== Exercise directions ==
Your task is to repeat exactly the lines below between the line holding "import org.apache.poi.xssf.streaming.SheetDataWriter;" and the line holding "analog channel named", inclusive, and only those.

····················

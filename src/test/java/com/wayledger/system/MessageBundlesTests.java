package com.wayledger.system;

import static org.assertj.core.api.Assertions.assertThat;

import java.io.IOException;
import java.io.InputStream;
import java.util.Arrays;
import java.util.Properties;
import org.junit.jupiter.api.Test;

/**
 * Every message bundle the application configures exists: a configured bundle that does not is
 * probed, and warned about, on every message look-up of every page.
 */
class MessageBundlesTests {

  @Test
  void everyConfiguredMessageBundleExists() throws IOException {
    String[] basenames =
        settings("application.properties").getProperty("spring.messages.basename").split(",");

    assertThat(basenames).isNotEmpty();
    assertThat(Arrays.stream(basenames).map(String::strip))
        .allSatisfy(
            name ->
                assertThat(getClass().getClassLoader().getResource(name + ".properties"))
                    .as("bundle %s.properties on the classpath", name)
                    .isNotNull());
  }

  @Test
  void theTemplateCacheIsOnInTheDemoProfileToo() throws IOException {
    assertThat(settings("application.properties").getProperty("spring.thymeleaf.cache"))
        .isEqualTo("true");
    assertThat(settings("application-demo.properties").getProperty("spring.thymeleaf.cache"))
        .as("the demo profile must not switch the template cache off")
        .isNotEqualTo("false");
  }

  private Properties settings(String file) throws IOException {
    Properties properties = new Properties();
    try (InputStream in = getClass().getClassLoader().getResourceAsStream(file)) {
      properties.load(in);
    }
    return properties;
  }
}
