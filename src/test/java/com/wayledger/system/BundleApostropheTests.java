package com.wayledger.system;

import static org.assertj.core.api.Assertions.assertThat;

import java.io.IOException;
import java.io.InputStream;
import java.io.InputStreamReader;
import java.nio.charset.StandardCharsets;
import java.util.ArrayList;
import java.util.List;
import java.util.Properties;
import java.util.regex.Pattern;
import org.junit.jupiter.api.Test;

/**
 * Apostrophes in the message bundles come out as one apostrophe on screen. A message with arguments
 * goes through MessageFormat, where a lone apostrophe starts a quote and vanishes, so it doubles
 * them; a message without arguments is printed as written, so a doubled one shows twice (the slip
 * "board''s").
 */
class BundleApostropheTests {

  private static final List<String> BUNDLES =
      List.of("messages", "i18n/exchange", "i18n/loadlog", "i18n/inspection");
  private static final Pattern ARGUMENT = Pattern.compile("\\{\\d");
  private static final Pattern LONE_APOSTROPHE = Pattern.compile("(?<!')'(?!')");

  @Test
  void apostrophesAreDoubledExactlyWhereMessageFormatReadsThem() throws IOException {
    List<String> wrong = new ArrayList<>();
    for (String bundle : BUNDLES) {
      Properties properties = new Properties();
      try (InputStream in =
          getClass().getClassLoader().getResourceAsStream(bundle + ".properties")) {
        assertThat(in).as("bundle %s on the class path", bundle).isNotNull();
        properties.load(new InputStreamReader(in, StandardCharsets.UTF_8));
      }
      for (String key : properties.stringPropertyNames()) {
        String text = properties.getProperty(key);
        boolean formatted = ARGUMENT.matcher(text).find();
        if (formatted && LONE_APOSTROPHE.matcher(text).find()) {
          wrong.add(bundle + " " + key + ": a lone ' in a message with arguments vanishes");
        }
        if (!formatted && text.contains("''")) {
          wrong.add(bundle + " " + key + ": '' in a message without arguments shows twice");
        }
      }
    }
    assertThat(wrong).isEmpty();
  }
}
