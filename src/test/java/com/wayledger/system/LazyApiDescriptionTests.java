package com.wayledger.system;

import static org.assertj.core.api.Assertions.assertThat;

import org.junit.jupiter.api.Test;
import org.springframework.beans.factory.support.BeanDefinitionBuilder;
import org.springframework.beans.factory.support.DefaultListableBeanFactory;

/** Springdoc's beans become lazy; every other bean keeps the eagerness it was declared with. */
class LazyApiDescriptionTests {

  @Test
  void springdocBeansAndTheirFactoryMethodsBecomeLazyOthersStayEager() {
    DefaultListableBeanFactory factory = new DefaultListableBeanFactory();
    factory.registerBeanDefinition(
        "org.springdoc.core.configuration.SpringDocConfiguration",
        BeanDefinitionBuilder.genericBeanDefinition(
                "org.springdoc.core.configuration.SpringDocConfiguration")
            .getBeanDefinition());
    factory.registerBeanDefinition(
        "openApiResource",
        BeanDefinitionBuilder.genericBeanDefinition(
                "org.springdoc.webmvc.api.OpenApiWebMvcResource")
            .getBeanDefinition());
    factory.registerBeanDefinition(
        "springDocProviders",
        BeanDefinitionBuilder.genericBeanDefinition()
            .setFactoryMethodOnBean(
                "springDocProviders", "org.springdoc.core.configuration.SpringDocConfiguration")
            .getBeanDefinition());
    factory.registerBeanDefinition(
        "siteService",
        BeanDefinitionBuilder.genericBeanDefinition("com.wayledger.site.SiteService")
            .getBeanDefinition());
    factory.registerBeanDefinition(
        "webConfig",
        BeanDefinitionBuilder.genericBeanDefinition("com.wayledger.system.StaticAssets")
            .getBeanDefinition());
    factory.registerBeanDefinition(
        "resourceHandlerMapping",
        BeanDefinitionBuilder.genericBeanDefinition()
            .setFactoryMethodOnBean("resourceHandlerMapping", "webConfig")
            .getBeanDefinition());

    new LazyApiDescription().postProcessBeanFactory(factory);

    assertThat(
            factory
                .getBeanDefinition("org.springdoc.core.configuration.SpringDocConfiguration")
                .isLazyInit())
        .as("springdoc configuration")
        .isTrue();
    assertThat(factory.getBeanDefinition("openApiResource").isLazyInit())
        .as("springdoc controller")
        .isTrue();
    assertThat(factory.getBeanDefinition("springDocProviders").isLazyInit())
        .as("bean of a springdoc factory method")
        .isTrue();
    assertThat(factory.getBeanDefinition("siteService").isLazyInit()).as("own service").isFalse();
    assertThat(factory.getBeanDefinition("resourceHandlerMapping").isLazyInit())
        .as("bean of an own factory method")
        .isFalse();
  }
}
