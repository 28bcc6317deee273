package com.wayledger.engine.dwelling;

import static com.wayledger.engine.dwelling.Lines.figure;
import static com.wayledger.engine.dwelling.Lines.whole;

import com.wayledger.engine.LoadCategory;
import com.wayledger.engine.demand.NecCookingDemand;
import com.wayledger.engine.demand.NecDryerDemand;
import java.util.ArrayList;
import java.util.EnumSet;
import java.util.List;
import java.util.Set;
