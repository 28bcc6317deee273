package com.wayledger.engine.nec;

import com.wayledger.engine.CableSpec;
import com.wayledger.engine.CircuitSpec;
import com.wayledger.engine.DeviceKind;
import com.wayledger.engine.DeviceSpec;
import com.wayledger.engine.Insulation;
import com.wayledger.engine.LinePhasors;
import com.wayledger.engine.LoadCategory;
import com.wayledger.engine.LoadSpec;
import com.wayledger.engine.PhasePosition;
import com.wayledger.engine.SupplySystem;
import com.wayledger.engine.demand.ConnectedLoad;
import com.wayledger.engine.protection.result.CheckKind;
import com.wayledger.engine.protection.result.Finding;
import com.wayledger.engine.protection.result.Quantity;
import com.wayledger.engine.protection.result.Verdict;
import java.util.ArrayList;
import java.util.List;
import java.util.Optional;
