package com.wayledger.exchange;

import static org.assertj.core.api.Assertions.assertThat;
import static org.assertj.core.api.Assertions.within;

import com.wayledger.engine.Phase;
import com.wayledger.engine.demand.BoardDemand;
import com.wayledger.engine.demand.CircuitDemand;
import com.wayledger.engine.demand.DiversityMethods;
import com.wayledger.engine.protection.BoardFindings;
import com.wayledger.engine.protection.CircuitFindings;
import com.wayledger.engine.protection.result.Finding;
import com.wayledger.engine.protection.result.Verdict;
import java.io.ByteArrayInputStream;
import java.io.ByteArrayOutputStream;
import java.io.IOException;
import java.io.StringWriter;
import java.io.Writer;
import java.util.ArrayList;
import java.util.HashMap;
import java.util.List;
import java.util.Map;
import org.apache.poi.ss.usermodel.Cell;
import org.apache.poi.ss.usermodel.CellType;
import org.apache.poi.ss.usermodel.FormulaEvaluator;
import org.apache.poi.ss.usermodel.PrintSetup;
import org.apache.poi.ss.usermodel.Row;
import org.apache.poi.ss.usermodel.Sheet;
import org.apache.poi.xssf.streaming.SheetDataWriter;
import org.apache.poi.xssf.usermodel.XSSFSheet;
import org.apache.poi.xssf.usermodel.XSSFWorkbook;
import org.junit.jupiter.api.Test;
import org.junit.jupiter.params.ParameterizedTest;
import org.junit.jupiter.params.provider.ValueSource;
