"""Fault catalogue: errors name what is wrong; each point applies and clears."""

from __future__ import annotations

import msgpack
import numpy as np
import pytest

from emulator.faults import CATALOGUE, FaultError, FaultSet
from emulator.plant import layout as L  # noqa: N812
from emulator.protocol.header import HEADER
from tests.link.conftest import command, make_rig, run


def echo(rig, m):
    over = {"line.breaker_close": 1.0}
    for u in rig.plant.params.line_converters:
        over[f"{u.name}.line_contactor_close"] = 1.0
    return command(rig, m[1], duty=0.5, gates=1, **over)


def rig_with_faults(params, **kw):
    async def go():
        rig, ctl = await make_rig(params, echo, **kw)
        rig.faults = FaultSet(rig, seed=1)
        return rig, ctl
    return run(go())


def measured(rig, ctl, name: str, k: int = -1) -> float:
    i = rig.signal_map.index("measurement", name)
    wire = msgpack.unpackb(ctl.received[k])[len(HEADER) + i]
    return wire * rig.signal_map.measurements[i].scale


@pytest.mark.parametrize(("args", "words"), [
    (("no-such-fault", "DC-A.voltage_v"), "no fault named"),
    (("sensor-gain", "DC-A.voltage_v", {"gain": 50.0}), "gain must be 1 within 0..10"),
    (("sensor-gain", "DC-A.voltage_v", {"gian": 2.0}), "no parameter 'gian'"),
    (("sensor-gain", "DC-Z.voltage_v"), "no analog channel named 'DC-Z.voltage_v'"),
    (("low-adhesion", "INV-A1.m9"), "no axle named"),
])
def test_bad_faults_are_refused_with_a_clear_message(params, args, words) -> None:
    rig, _ = rig_with_faults(params)
    with pytest.raises(FaultError, match=words.replace("(", r"\(")):
        rig.faults.add(*args)


@pytest.mark.parametrize("when", ["train.speed > 3", "train.speed_mps >> 3",
                                  "__import__('os') > 1", "train.speed_mps > fast"])
def test_conditions_are_parsed_never_evaluated(params, when: str) -> None:
    rig, _ = rig_with_faults(params)
    with pytest.raises(FaultError):
        rig.faults.add("low-adhesion", "INV-A1.m1", when=when)


def test_every_catalogue_entry_names_its_point() -> None:
    assert {k.point for k in CATALOGUE.values()} == {"measurement", "command", "plant", "line",
                                                     "link"}


def test_stuck_sensor_applies_and_clears_by_time(params) -> None:
    rig, ctl = rig_with_faults(params, ideal_dc_links=True)
    rig.faults.add("sensor-stuck", "DC-A.voltage_v", {"value": 0.0}, at_s=0.05, until_s=0.1)
    run(rig.run(frames=80))
    assert measured(rig, ctl, "DC-A.voltage_v") == 0.0
    assert rig.faults.listing()[0]["state"] == "active"
    run(rig.run(frames=150))
    assert measured(rig, ctl, "DC-A.voltage_v") == pytest.approx(1800, abs=20)
    assert rig.faults.listing()[0]["state"] == "cleared"
    # to the frame (points.py: a fault starts or ends at the start of the first frame
    # whose plant time has reached its time, and acts from that frame on): frame 50
    # starts at 50 ms, so y_51, sampled after it, is the first stuck measurement; frame
    # 100 starts at 100 ms and ends it, so y_100 is the last: 50 of them
    i = rig.signal_map.index("measurement", "DC-A.voltage_v")
    stuck = [msgpack.unpackb(p)[1] for p in ctl.received
             if msgpack.unpackb(p)[len(HEADER) + i] == 0.0]
    assert stuck == list(range(51, 101))


def test_encoder_pulse_loss_drifts_the_count(params) -> None:
    rig, ctl = rig_with_faults(params, ideal_dc_links=True)
    rig.faults.add("encoder-pulse-loss", "INV-A1.m1", {"counts_per_s": 1000.0})
    run(rig.run(frames=200))
    lost = measured(rig, ctl, "INV-A1.m2.encoder_count") - measured(rig, ctl,
                                                                    "INV-A1.m1.encoder_count")
    assert lost % 65536 == pytest.approx(199, abs=2)  # 1000 counts/s for 0.2 s, at rest


def test_gate_driver_fault_blocks_the_inverter_and_raises_its_flag(params) -> None:
    rig, ctl = rig_with_faults(params, ideal_dc_links=True)
    rig.faults.add("gate-driver-fault", "INV-A2")
    run(rig.run(frames=20))
    enabled = rig.plant.iu[:, L.IU_ENABLE]
    assert enabled[1] == 0.0 and enabled[0] == 1.0
    assert measured(rig, ctl, "INV-A2.gate_fault") == 7


def test_low_adhesion_by_condition(params) -> None:
    rig, _ = rig_with_faults(params, ideal_dc_links=True)
    rig.plant.set_speed(4.0)
    rig.faults.add("low-adhesion", "INV-B1.m2", {"factor": 0.2}, when="train.speed_mps < 3.9")
    run(rig.run(frames=5))
    assert rig.plant.mpar[5, L.MP_ADHESION_FACTOR] == 1.0
    rig.plant.set_speed(3.0)
    run(rig.run(frames=10))
    assert rig.plant.mpar[5, L.MP_ADHESION_FACTOR] == pytest.approx(0.2)


def test_contactor_that_wont_close(params) -> None:
    rig, _ = rig_with_faults(params)
    rig.faults.add("contactor-wont-close", "LC-B1")
    run(rig.run(frames=200))
    closed = rig.plant.read("line_converter.line_contactor_closed")
    assert list(closed) == [1.0, 1.0, 0.0, 1.0]


def test_capacitance_loss_is_restored_on_clear(params) -> None:
    rig, _ = rig_with_faults(params)
    c0 = rig.plant.kp[0, L.KP_C]
    rig.faults.add("link-capacitance-loss", "DC-A", {"remaining": 0.5}, at_s=0.01, until_s=0.02)
    run(rig.run(frames=15))
    assert rig.plant.kp[0, L.KP_C] == pytest.approx(0.5 * c0)
    run(rig.run(frames=30))
    assert rig.plant.kp[0, L.KP_C] == c0


def test_telegram_loss_at_the_link(params) -> None:
    rig, _ = rig_with_faults(params, ideal_dc_links=True, watchdog_frames=50)
    rig.faults.add("telegram-loss", "link", {"probability": 0.5})
    run(rig.run(frames=1000))
    dropped = rig.health.rejected["fault_dropped"]
    assert 400 < dropped < 600  # binomial, n = 1000, p = 0.5
    assert dropped + rig.health.accepted == 1000  # each of the 1000 answers one or other
    assert np.all(np.isfinite(rig.plant.ms))


def test_open_motor_phase_opens_and_reconnects(params) -> None:
    # The physics of the open phase is checked against scipy in
    # tests/plant/test_open_phase.py; here: the fault reaches the right motor and clears.
    # It acts in frames 10..29 exactly: a fault starts at the start of the first frame
    # whose plant time has reached at_s (frame 10 starts at 10 ms) and ends at the start
    # of the one that reaches until_s (frame 30)
    rig, _ = rig_with_faults(params)
    rig.faults.add("open-motor-phase", "INV-A2.m2", {"phase": 2}, at_s=0.01, until_s=0.03)
    opened = []
    for k in range(40):
        run(rig.run(frames=k + 1))  # frame k (frames counts from the start of the run)
        if rig.plant.mu[:, L.MU_OPEN_PHASE].any():
            assert list(rig.plant.mu[:, L.MU_OPEN_PHASE]) == [0, 0, 0, 3.0, 0, 0, 0, 0]
            opened.append(k)
    assert opened == list(range(10, 30))


#: what a fault leaves changed after it ends, by design (the rest must be as before)
LEFT_AFTER = {
    "encoder-pulse-loss": {"count_offset"},  # the counts lost stay lost
    "encoder-channel-loss": {"count_offset"},  # the counter resumes where it froze
    "encoder-wrong-ppr": {"count_offset"},  # the count miscounted stays miscounted
}

#: parameters that make a fault visible within its 10 ms (the defaults of these are
#: neutral or act too slowly to see: a gain of 1, an offset of 0, 100 counts/s, sand
#: after 1 s); each list is tried in turn. The gain's range edge 0 is one of them
PARAMS = {"sensor-gain": [{"gain": 2.0}, {"gain": 0.0}], "sensor-offset": [{"offset": 10.0}],
          "sensor-dropout": [{"probability": 1.0}], "encoder-pulse-loss": [
              {"counts_per_s": 1000.0}], "sanding": [{"delay_s": 0.0}]}


def _settings(rig) -> dict[str, np.ndarray]:
    """What the fault hooks may change: the analog chain's settings, the encoders', the
    sampler's gate-fault flags, the plant's parameters and inputs (less the columns the
    plant itself moves each frame: the contact constants that follow the axle loads, the
    supply's phase reference, which a change of frequency moves to keep the phase
    continuous), the link fault's drop rate, and what the command faults do to a command
    vector of halves."""
    from emulator.rig.sensors import (
        C_FAULT_GAIN,
        C_FAULT_OFFSET,
        C_GAIN,
        C_HI,
        C_LO,
        C_NOISE,
        C_OFFSET,
        C_STUCK,
    )

    plant, enc = rig.plant, rig.sampler.encoders
    table = rig.sampler.analog.table
    mpar = np.delete(plant.mpar, [L.MP_POL_KAPPA, L.MP_POL_SCALE], axis=1)
    sp = np.delete(plant.sp, [L.SP_PHASE_REF, L.SP_T_REF])
    commands = np.full(len(rig.signal_map.commands), 0.5)  # (a command fault sets 0 or 1)
    rig.faults.transform_command(commands, rig._command_index)
    return {"analog": table[[C_GAIN, C_FAULT_GAIN, C_OFFSET, C_FAULT_OFFSET, C_NOISE, C_LO,
                             C_HI, C_STUCK]].copy(),
            "count_offset": enc.count_offset.copy(), "edge_scale": enc.edge_scale.copy(),
            "eccentricity": enc.eccentricity.copy(),
            "gate_fault": np.array(rig.sampler.gate_fault, dtype=float),
            "mpar": mpar, "kp": plant.kp.copy(), "ipar": plant.ipar.copy(), "sp": sp,
            "mu": plant.mu.copy(), "drop": np.array([rig.faults.drop_probability]),
            "commands": commands}


def _changed(a: dict, b: dict) -> set[str]:
    return {k for k in a if not np.array_equal(a[k], b[k], equal_nan=True)}


@pytest.mark.parametrize("name", sorted(CATALOGUE))
def test_every_fault_acts_and_is_undone_exactly_when_it_ends(params, name: str) -> None:
    # points.py: "Every change is undone exactly when the fault ends". Each entry of the
    # catalogue (at its default parameters, or PARAMS'), on the first target of its kind,
    # from 10 to 20 ms: while it acts something it may change has changed (the rotor
    # temperature: the plant's state; a phase jump: the supply's phase); 25 frames after
    # its end everything is as before, but for what LEFT_AFTER names
    kind = CATALOGUE[name]
    rig, _ = rig_with_faults(params)
    target = ("DC-A.voltage_v" if kind.target == "analog channel"
              else rig.faults.targets()[kind.target][0])
    for given in PARAMS.get(name, [None]):
        rig, _ = rig_with_faults(params)
        run(rig.run(frames=5))
        before = _settings(rig)
        phase_before = float(rig.plant.sp[L.SP_PHASE_REF])
        fault = rig.faults.add(name, target, given, at_s=0.010, until_s=0.020)
        run(rig.run(frames=15))
        assert fault.active, name
        during = _settings(rig)
        if name == "rotor-temperature":
            motor = rig.faults.targets()["motor"].index(target)
            assert rig.plant.ms[motor, L.MS_T_ROTOR] == pytest.approx(
                fault.params["temperature_degc"] + 273.15)
        elif name == "phase-jump":  # an event: the phase moved, and stays moved
            assert rig.plant.sp[L.SP_PHASE_REF] != phase_before
        else:
            assert _changed(before, during), f"{name} changed nothing while it acted"
        run(rig.run(frames=25))
        assert fault.done and not fault.active, name
        left = _changed(before, _settings(rig))
        assert left <= LEFT_AFTER.get(name, set()), (name, given, left)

····················

== Written response ==
import org.apache.poi.xssf.streaming.SheetDataWriter;
import org.apache.poi.xssf.usermodel.XSSFSheet;
import org.apache.poi.xssf.usermodel.XSSFWorkbook;
import org.junit.jupiter.api.Test;
import org.junit.jupiter.params.ParameterizedTest;
import org.junit.jupiter.params.provider.ValueSource;
"""Fault catalogue: errors name what is wrong; each point applies and clears."""

from __future__ import annotations

import msgpack
import numpy as np
import pytest

from emulator.faults import CATALOGUE, FaultError, FaultSet
from emulator.plant import layout as L  # noqa: N812
from emulator.protocol.header import HEADER
from tests.link.conftest import command, make_rig, run


def echo(rig, m):
    over = {"line.breaker_close": 1.0}
    for u in rig.plant.params.line_converters:
        over[f"{u.name}.line_contactor_close"] = 1.0
    return command(rig, m[1], duty=0.5, gates=1, **over)


def rig_with_faults(params, **kw):
    async def go():
        rig, ctl = await make_rig(params, echo, **kw)
        rig.faults = FaultSet(rig, seed=1)
        return rig, ctl
    return run(go())


def measured(rig, ctl, name: str, k: int = -1) -> float:
    i = rig.signal_map.index("measurement", name)
    wire = msgpack.unpackb(ctl.received[k])[len(HEADER) + i]
    return wire * rig.signal_map.measurements[i].scale


@pytest.mark.parametrize(("args", "words"), [
    (("no-such-fault", "DC-A.voltage_v"), "no fault named"),
    (("sensor-gain", "DC-A.voltage_v", {"gain": 50.0}), "gain must be 1 within 0..10"),
    (("sensor-gain", "DC-A.voltage_v", {"gian": 2.0}), "no parameter 'gian'"),
    (("sensor-gain", "DC-Z.voltage_v"), "no analog channel named 'DC-Z.voltage_v'"),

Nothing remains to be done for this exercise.